Megawati has been unenthusiastic about East Timor's independence and reluctant to hold the Indonesian military accountable for human rights abuses committed there, implying that she would have handled the situation differently than did Habibie and Wahid. Arrests of high-ranking Indonesian military officers, including General Wiranto, for war crimes in East Timor, have not materialized; and Indonesia is seen as protecting them, although lower ranking officers have been put on trial. Human rights trials of officers implicated in the Timor actions were held in Indonesia, but resulted in few conditions and were internationally condemned as a sham. Still, Megawati has had cordial relations with Prime Minister Mari Alkatiri and President Xanano Gusmao, the leaders of the new nation of East Timor; she attended East Timor independence celebrations in May 2002.

The western half of the island of New Guinea, annexed by Indonesia as the province of Irian Jaya during Suharto's rule, was subjected to transmigration, resource extraction, human rights abuse, and pollution. A separatist movement grew there, coming out in the open after the fall of Suharto and encouraged by East Timor's achievement of independence. An important leader of that independence movement, Theys Hiyo Elouy, was killed in 2001; the Indonesian military was suspected in his murder. In early 2002, Megawati's administration offered the province new levels of autonomy including a name change from Irian Jaya to Papua and a greater share of natural resource revenues, but the deal was rejected and independence demands continue.

In a rare public statement, when she was vice president, Megawati made an appeal to rebellious Aceh, the petroleum-producing region in the north of Sumatra, to be patient, pledging that she would honor local concerns in a "motherly" way. She began her term in office with a public apology to Aceh for past human rights abuses, and has offered an autonomy package, including allowing Islamic law in Aceh and letting the province keep a greater share of resource revenues.

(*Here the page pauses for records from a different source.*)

/**
 * The widget bundle: Vite in library mode, one ES module and one classic script (IIFE) with every tag, into
 * widgets/dist/ with a manifest (version, sizes, Subresource Integrity hashes). The server serves them at
 * /widgets/<version>/… (immutable) and /widgets/<major>/… (a moving alias). Build with
 *   npx vite build -c widgets/vite.config.ts
 * (npm start and the tests build it when its sources change: scripts/lib/console-build.ts).
 */
import { createHash } from 'node:crypto';
import { existsSync, readFileSync, writeFileSync } from 'node:fs';
import { join } from 'node:path';
import { fileURLToPath } from 'node:url';
import { gzipSync } from 'node:zlib';
import { defineConfig, type Plugin } from 'vite';
import { WIDGETS_VERSION } from './version.ts';

export const WIDGET_FILES = { es: 'ohmstead-widgets.js', iife: 'ohmstead-widgets.classic.js' } as const;

/**
 * Writes manifest.json beside the bundle (version; per file its bytes, gzipped bytes and SRI hash): what
 * the server serves under the version and what the size check reads. Each format's build adds its file.
 */
function manifest(outDir: string): Plugin {
  return {
    name: 'ohmstead-widgets-manifest',
    writeBundle(options, bundle) {
      const path = join(options.dir ?? outDir, 'manifest.json');
      const previous = existsSync(path) ? (JSON.parse(readFileSync(path, 'utf8')) as WidgetsManifest) : undefined;
      const files = previous?.version === WIDGETS_VERSION ? previous.files : [];
      for (const item of Object.values(bundle)) {
        if (item.type !== 'chunk') continue;
        const code = Buffer.from(item.code);
        const entry = { name: item.fileName, bytes: code.length, gzipBytes: gzipSync(code, { level: 9 }).length, integrity: `sha384-${createHash('sha384').update(code).digest('base64')}` };
        files.splice(0, files.length, ...files.filter((f) => f.name !== entry.name), entry);
      }
      files.sort((a, b) => a.name.localeCompare(b.name));
      writeFileSync(path, `${JSON.stringify({ version: WIDGETS_VERSION, files } satisfies WidgetsManifest, null, 1)}\n`);
    },
  };
}

export interface WidgetsManifest {
  version: string;
  files: Array<{ name: string; bytes: number; gzipBytes: number; integrity: string }>;
}

const outDir = fileURLToPath(new URL('./dist', import.meta.url));

export default defineConfig({
  root: fileURLToPath(new URL('..', import.meta.url)),
  publicDir: false,
  logLevel: 'warn',
  plugins: [manifest(outDir)],
  build: {
    outDir,
    emptyOutDir: true,
    target: 'es2022',
    sourcemap: false,
    // Library builds keep ES output readable by default; this one ships to pages as it is.
    minify: true,
    rolldownOptions: { output: { minify: true } },
    copyPublicDir: false,
    lib: {
      entry: fileURLToPath(new URL('./index.ts', import.meta.url)),
      name: 'OhmsteadWidgets',
      formats: ['es', 'iife'],
      fileName: (format) => (format === 'es' ? WIDGET_FILES.es : WIDGET_FILES.iife),
    },
  },
});
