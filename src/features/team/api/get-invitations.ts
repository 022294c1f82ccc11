import { queryOptions, useQuery } from '@tanstack/react-query';
import { InvitationListSchema } from '#shared/schemas/accounts.ts';
import { apiRequest } from '../../../lib/api-client.ts';
import { apiPaths } from '../../../lib/api-paths.ts';

export const getInvitations = () => apiRequest(apiPaths.invitations, { schema: InvitationListSchema });

export const invitationsQueryOptions = () => queryOptions({ queryKey: ['invitations'], queryFn: getInvitations });

export const useInvitations = (options: { enabled?: boolean } = {}) => useQuery({ ...invitationsQueryOptions(), ...options });
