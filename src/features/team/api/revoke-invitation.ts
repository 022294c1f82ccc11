import { useMutation, useQueryClient } from '@tanstack/react-query';
import { apiRequest } from '../../../lib/api-client.ts';
import { apiPaths } from '../../../lib/api-paths.ts';
import { invitationsQueryOptions } from './get-invitations.ts';

export const revokeInvitation = (id: string) => apiRequest(apiPaths.invitation(id), { method: 'DELETE' });

export function useRevokeInvitation() {
  const queryClient = useQueryClient();
  return useMutation({ mutationFn: revokeInvitation, onSuccess: () => queryClient.invalidateQueries(invitationsQueryOptions()) });
}
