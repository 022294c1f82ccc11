/**
 * The playground runs v1 calculations for a signed-in member under a chosen server key of the
 * organization: the same answer as /v1 gives, counted exactly like a /v1 call under the v1 endpoint and
 * that key, logged in the request log, refused for keys that /v1 would refuse (and for embed keys), and
 * held to the organization's quota.
 */
import { and, eq, sql } from 'drizzle-orm';
import request from 'supertest';
import { afterAll, beforeAll, describe, expect, it } from 'vitest';
import { capacityTestCsvExample } from '#shared/schemas/capacity-test.ts';
import { CSRF_HEADER, CSRF_HEADER_VALUE } from '#shared/schemas/accounts.ts';
import { createTestKey, setLimits } from '../../../tests/setup/fixtures.ts';
import { apiKeys, usageCounters } from '../../db/schema/index.ts';
import { createOrganizationWith, sessionCookie, startConsoleKit, type ConsoleKit } from '../console/console.test-kit.ts';
import { playgroundCalculations } from './playground.calcs.ts';

let kit: ConsoleKit;
beforeAll(async () => {
  kit = await startConsoleKit();
});
afterAll(() => kit.close());

/** A fresh organization with an owner, a developer and a viewer, a server key, and their sessions. */
async function organization() {
  const { org, members } = await createOrganizationWith(kit.db, 'pg', ['owner', 'developer', 'viewer']);
  const key = await createTestKey(kit.db, kit.app.platform!.hashSecret, org.id, { name: 'Playground key' });
  const cookie = async (role: 'owner' | 'developer' | 'viewer') => sessionCookie(kit.db, members[role]!.id, org.id);
  const cookies = { owner: await cookie('owner'), developer: await cookie('developer'), viewer: await cookie('viewer') };
  const play = (who: keyof typeof cookies, path: string, body: unknown) =>
    request(kit.app).post(`/console-api${path}`).set('Cookie', cookies[who]).set(CSRF_HEADER, CSRF_HEADER_VALUE).send(body as object);
  const v1 = (endpoint: string, body: unknown) => request(kit.app).post(endpoint).set('Authorization', `Bearer ${key.secret}`).send(body as object);
  return { org, key: key.key, secret: key.secret, cookies, play, v1 };
}

async function countedCalls(apiKeyId: string, endpoint?: string): Promise<number> {
  const [row] = await kit.db
    .select({ calls: sql<number>`coalesce(sum(${usageCounters.calls}), 0)::int` })
    .from(usageCounters)
    .where(endpoint ? and(eq(usageCounters.apiKeyId, apiKeyId), eq(usageCounters.endpoint, endpoint)) : eq(usageCounters.apiKeyId, apiKeyId));
  return row!.calls;
}

const calc = (endpoint: string) => playgroundCalculations.find((c) => c.endpoint === endpoint)!;

describe('running a calculation from the playground', () => {
  it('when a developer runs pack energy under a server key, then the answer is the v1 answer and it is counted once under /v1/packs/energy for that key', async () => {
    const o = await organization();
    const { path, exampleInput } = calc('/v1/packs/energy');
    const res = await o.play('developer', path, { keyId: o.key.id, input: exampleInput });
    expect(res.status, JSON.stringify(res.body)).toBe(200);
    // Worked example (schema example): 16 LFP cells × 3.2 V × 100 Ah = 5 120 Wh; × 90 % = 4 608 Wh usable.
    expect(res.body.data.energyWh).toBe(5120);
    expect(res.body.data.usableEnergyWh).toBe(4608);
    expect(res.headers['ratelimit']).toMatch(/r=\d+/);
    expect(res.body).toEqual((await o.v1('/v1/packs/energy', exampleInput)).body);
    // One playground call and one v1 call, both under the v1 endpoint and the same key.
    expect(await countedCalls(o.key.id, '/v1/packs/energy')).toBe(2);
    expect(await countedCalls(o.key.id)).toBe(2);
    const [row] = await kit.db.select().from(apiKeys).where(eq(apiKeys.id, o.key.id));
    expect(row!.lastUsedAt).not.toBeNull();
  });

  it('when every calculation runs its worked example, then each answers 200 with the envelope and each is counted under its own endpoint', async () => {
    const o = await organization();
    for (const c of playgroundCalculations) {
      const res = await o.play('owner', c.path, { keyId: o.key.id, input: c.exampleInput });
      expect(res.status, `${c.path}: ${JSON.stringify(res.body)}`).toBe(200);
      expect(Object.keys(res.body).sort()).toEqual(['basis', 'cautions', 'checks', 'data']);
      expect(await countedCalls(o.key.id, c.endpoint)).toBe(1);
    }
    expect(await countedCalls(o.key.id)).toBe(playgroundCalculations.length);
    const usage = await request(kit.app).get('/console-api/usage').set('Cookie', o.cookies.viewer);
    expect(usage.body.used).toBe(playgroundCalculations.length);
    expect(usage.body.byKey).toEqual([expect.objectContaining({ keyId: o.key.id, calls: playgroundCalculations.length })]);
  });

  it('when the input fails the schema, then it is a 422 pointing into input, not counted, but logged under the v1 endpoint like a failed /v1 call', async () => {
    const o = await organization();
    const res = await o.play('owner', '/playground/wires/size', { keyId: o.key.id, input: { currentA: -5, systemVoltageV: 48, oneWayLengthM: 3 } });
    expect(res.status).toBe(422);
    expect(res.headers['content-type']).toMatch(/^application\/problem\+json/);
    expect(res.body.errors.map((e: { pointer: string }) => e.pointer)).toContain('#/input/currentA');
    expect(await countedCalls(o.key.id)).toBe(0);
    await kit.app.platform!.requestLog.flush();
    const log = await request(kit.app).get(`/console-api/requests?keyId=${o.key.id}&status=4xx`).set('Cookie', o.cookies.viewer);
    expect(log.body.items).toEqual([expect.objectContaining({ endpoint: '/v1/wires/size', status: 422, method: 'POST', keyName: 'Playground key' })]);
  });

  it('when an unknown field is sent beside the input, then it is refused (the body is strict, like /v1)', async () => {
    const o = await organization();
    const res = await o.play('owner', '/playground/runtime', { keyId: o.key.id, input: calc('/v1/runtime').exampleInput, extra: 1 });
    expect(res.status).toBe(422);
    expect(await countedCalls(o.key.id)).toBe(0);
  });

  it('when the calculation cannot be solved, then it is the same 422 calculation-error /v1 gives, and not counted', async () => {
    const o = await organization();
    const input = { pack: { chemistry: 'lfp', seriesCells: 16, capacityAh: 100 }, fromPct: 20, toPct: 100, sources: [{ currentA: 0 }] };
    const [viaPlayground, viaV1] = [await o.play('owner', '/playground/charge/time', { keyId: o.key.id, input }), await o.v1('/v1/charge/time', input)];
    expect(viaV1.status).toBe(422);
    expect(viaPlayground.status).toBe(422);
    expect(viaPlayground.body.type).toBe(viaV1.body.type);
    expect(viaPlayground.body.detail).toBe(viaV1.body.detail);
    expect(await countedCalls(o.key.id)).toBe(0);
  });
});

describe('the key a playground call runs under', () => {
  const run = (o: Awaited<ReturnType<typeof organization>>, keyId: string) => o.play('owner', '/playground/packs/energy', { keyId, input: calc('/v1/packs/energy').exampleInput });

  it('when the key is revoked, expired or an embed key, then it is a 422 naming the reason, and nothing is counted', async () => {
    const o = await organization();
    const hash = kit.app.platform!.hashSecret;
    const revoked = await createTestKey(kit.db, hash, o.org.id, { name: 'Old key' });
    await kit.db.update(apiKeys).set({ revokedAt: new Date() }).where(eq(apiKeys.id, revoked.key.id));
    const expired = await createTestKey(kit.db, hash, o.org.id, { expiresAt: new Date(Date.now() - 1000) });
    const embed = await createTestKey(kit.db, hash, o.org.id, { kind: 'embed', allowedOrigins: ['https://blog.example'] });
    for (const [key, code] of [
      [revoked.key, 'key_revoked'],
      [expired.key, 'key_expired'],
      [embed.key, 'key_not_server'],
    ] as const) {
      const res = await run(o, key.id);
      expect(res.status, code).toBe(422);
      expect(res.body.errors).toEqual([expect.objectContaining({ pointer: '#/keyId', code })]);
      expect(await countedCalls(key.id)).toBe(0);
    }
  });

  it("when the key belongs to another organization, then it is 404 and the other organization's key is not used", async () => {
    const mine = await organization();
    const theirs = await organization();
    const res = await run(mine, theirs.key.id);
    expect(res.status).toBe(404);
    expect(await countedCalls(theirs.key.id)).toBe(0);
  });

  it('when keyId is missing or not an id, then it is a 422 pointing at keyId', async () => {
    const o = await organization();
    const res = await o.play('owner', '/playground/packs/energy', { input: calc('/v1/packs/energy').exampleInput });
    expect(res.status).toBe(422);
    expect(res.body.errors[0].pointer).toBe('#/keyId');
    expect((await run(o, 'not-a-key')).status).toBe(422);
  });

  it('when a viewer tries, then it is 403 (playground calls spend the quota), and nothing is counted', async () => {
    const o = await organization();
    const res = await o.play('viewer', '/playground/packs/energy', { keyId: o.key.id, input: calc('/v1/packs/energy').exampleInput });
    expect(res.status).toBe(403);
    expect(await countedCalls(o.key.id)).toBe(0);
  });

  it("when the organization's monthly quota is used up, then the next call is 429 quota-exceeded and the count stays at the quota", async () => {
    const o = await organization();
    await setLimits(kit.db, o.org.id, { monthly: 2 });
    kit.app.platform!.resolver.invalidate();
    expect((await run(o, o.key.id)).status).toBe(200);
    expect((await o.v1('/v1/packs/energy', calc('/v1/packs/energy').exampleInput)).status).toBe(200);
    const over = await run(o, o.key.id);
    expect(over.status).toBe(429);
    expect(over.body.type).toBe('/problems/quota-exceeded');
    expect(over.headers['retry-after']).toBeDefined();
    expect(await countedCalls(o.key.id)).toBe(2);
  });
});

describe('capacity tests from an uploaded CSV log', () => {
  it('when a CSV log is sent, then the answer equals the v1 text/csv answer for the same log', async () => {
    const o = await organization();
    const res = await o.play('owner', '/playground/capacity-tests/evaluate', { keyId: o.key.id, csv: { text: capacityTestCsvExample, ratedAh: 100, chemistry: 'lfp' } });
    expect(res.status, JSON.stringify(res.body)).toBe(200);
    const v1 = await request(kit.app)
      .post('/v1/capacity-tests/evaluate?ratedAh=100&chemistry=lfp')
      .set('Authorization', `Bearer ${o.secret}`)
      .set('Content-Type', 'text/csv')
      .send(capacityTestCsvExample);
    expect(v1.status).toBe(200);
    expect(res.body).toEqual(v1.body);
    // Trapezoidal rule over the example log: 20 A for 3 600 s = 20 Ah of a rated 100 Ah.
    expect(res.body.data.measuredAh).toBeCloseTo(20, 9);
    expect(res.body.data.sampleCount).toBe(3);
    expect(await countedCalls(o.key.id, '/v1/capacity-tests/evaluate')).toBe(2);
  });

  it('when the log has bad rows, then it is a 422 listing each row, pointing at the log, and not counted', async () => {
    const o = await organization();
    const res = await o.play('owner', '/playground/capacity-tests/evaluate', { keyId: o.key.id, csv: { text: 'tS,currentA\n0,20\nsoon,20\n3600,20\n', ratedAh: 100 } });
    expect(res.status).toBe(422);
    expect(res.body.rows).toEqual([expect.objectContaining({ row: 3 })]);
    expect(res.body.errors[0].pointer).toBe('#/csv/text');
    expect(await countedCalls(o.key.id)).toBe(0);
  });

  it('when both a JSON input and a CSV log are sent, then it is a 422', async () => {
    const o = await organization();
    const res = await o.play('owner', '/playground/capacity-tests/evaluate', {
      keyId: o.key.id,
      input: calc('/v1/capacity-tests/evaluate').exampleInput,
      csv: { text: capacityTestCsvExample, ratedAh: 100 },
    });
    expect(res.status).toBe(422);
  });
});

While Megawati offers incentives for dropping independence demands, Indonesian troop strength has increased in Aceh, with a regional military command reinstated. An internationally monitored peace accord was signed with the Free Aceh Movement in Geneva, Switzerland, on 9 December 2002. The Indonesian military stopped campaigns against the Achenese militants, and a real, if fragile, calm was restored to Aceh. As of early 2003, it remained to be seen whether offers of autonomy and demands for independence can be truly reconciled.